I fix my gaze on the display, wishing I had more money for blush and bronzer and mascara and a new lip. But I don’t trip. I’ll be back in two weeks, another payday. I swivel around and step toward the cashier’s counter.

A familiar voice calls my name, breaking my stride. I turn to see my younger cousin, Alexandria, and her smooth forehead, plump cheeks, unblemished chin — the perfect canvas for her stunning beat. Arched brows stack on downturned eyes. Her jet-black hair reminds me of her mama’s, at least as it was captured in old sepia photos. I glance at the badge on her breast. “I ain’t seen you in six months of Sundays. How long you been working here, Alex?” I ask with a grin. I’m pleased she has a job, has graduated from high school, is making something of her life despite her beginnings and, you know, the odds.

“For a few months. It’s only part-time, during the week,” she rolls her eyes before squeezing me tight into a hug. “You come here?” she asks.

I confess. “Every other week. Usually on weekends, though.”

She stares at the products in my hands, then at my face — at my chin, my cheeks, my nose, my forehead, following the procession of dips and dents that wildly pock my skin.

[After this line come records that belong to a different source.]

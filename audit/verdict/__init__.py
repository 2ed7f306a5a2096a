"""The verdict stage: reported claims and their reconciliation with the data,
the size check on data shaped like this dataset, the trust rules, the
sensitivity of an "absent" claim, and the verdict itself.

Importing this package has no side effects.
"""

from .calibration import Calibration, CalibrationRow, Shrinkage, size_check
from .claim import Claim, parse_claim
from .conclude import VERDICTS, EffectVerdict, Reason, Verdict, exit_status
from .judge import ClaimRecord, Judgement, judge, parse_claims, parse_equivalence
from .reconcile import ClosestMatch, ReconcileCheck, Reconciliation, decision_of_claim, reconcile
from .sensitivity import DetectableEffect, EquivalenceResult, detectable_interaction, equivalence_test
from .trust import TRUST_RULES, MethodTrust, TrustRule, assess_trust

__all__ = [
    "Calibration", "CalibrationRow", "Shrinkage", "size_check",
    "Claim", "parse_claim",
    "VERDICTS", "EffectVerdict", "Reason", "Verdict", "exit_status",
    "ClaimRecord", "Judgement", "judge", "parse_claims", "parse_equivalence",
    "ReconcileCheck", "ClosestMatch", "Reconciliation", "reconcile", "decision_of_claim",
    "DetectableEffect", "EquivalenceResult", "detectable_interaction", "equivalence_test",
    "TRUST_RULES", "MethodTrust", "TrustRule", "assess_trust",
]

With a perfectly molded eyebrow pulled up into a knife, she pokes, “You know you don’t have to wear all that makeup, right?”

Step 2: Apply Concealer
To cover dark spots, pimples, and other blemishes, use two concealers: one slightly darker than your skin, then one slightly lighter. The blend will even the dark spots out. To hide dark circles under your eyes, apply a concealer that’s a shade or two lighter than your skin color. A thin application ensures your look will be even and smooth, rather than cakey.

It’s October 2012. Obama is about to be reelected, and I am about to prosecute my first attempted murder trial. I’m early, so I stop at the new Starbucks across the street from the Jay Street subway station. I open the shiny door, excited for my first foamless vanilla latte of the day and thankful there’s no crowd. My usual Starbucks is three blocks away and jam-packed on the regular.

The cashier, Brown Boy, no older than 25, looks up from the counter and into my face. His eyes squint as if offended, his lips curl in disdain. Brown Boy cannot conceal his contempt for my kind of ugly. He doesn’t even try.

Staring at my skin, but not at me, he asks for my order. I stutter and stumble with my words, even though it’s the same drink I’ve ordered every weekday for the past three years. After I’ve managed to squeak out my request, I pay with my credit card and head toward the pick-up counter.

As I pass the pastries, Brown Boy squawks at the barista preparing my drink, “Yo, that Tales from the Crypt nigga was ugly as fuck, son.” Like me, the barista is startled by Brown Boy’s clamor, his comment, his contempt. The barista gives him, then me, a befuddled look before returning to my order. I bow my head and shrink with shame. I will myself not to cry, not to jet without my morning joe, not to call out from work and miss my first major felony trial — a trial I’ve worked on for months. When my order is ready, I avoid the barista’s eyes, take the drink, and hotfoot toward the Brooklyn DA’s office.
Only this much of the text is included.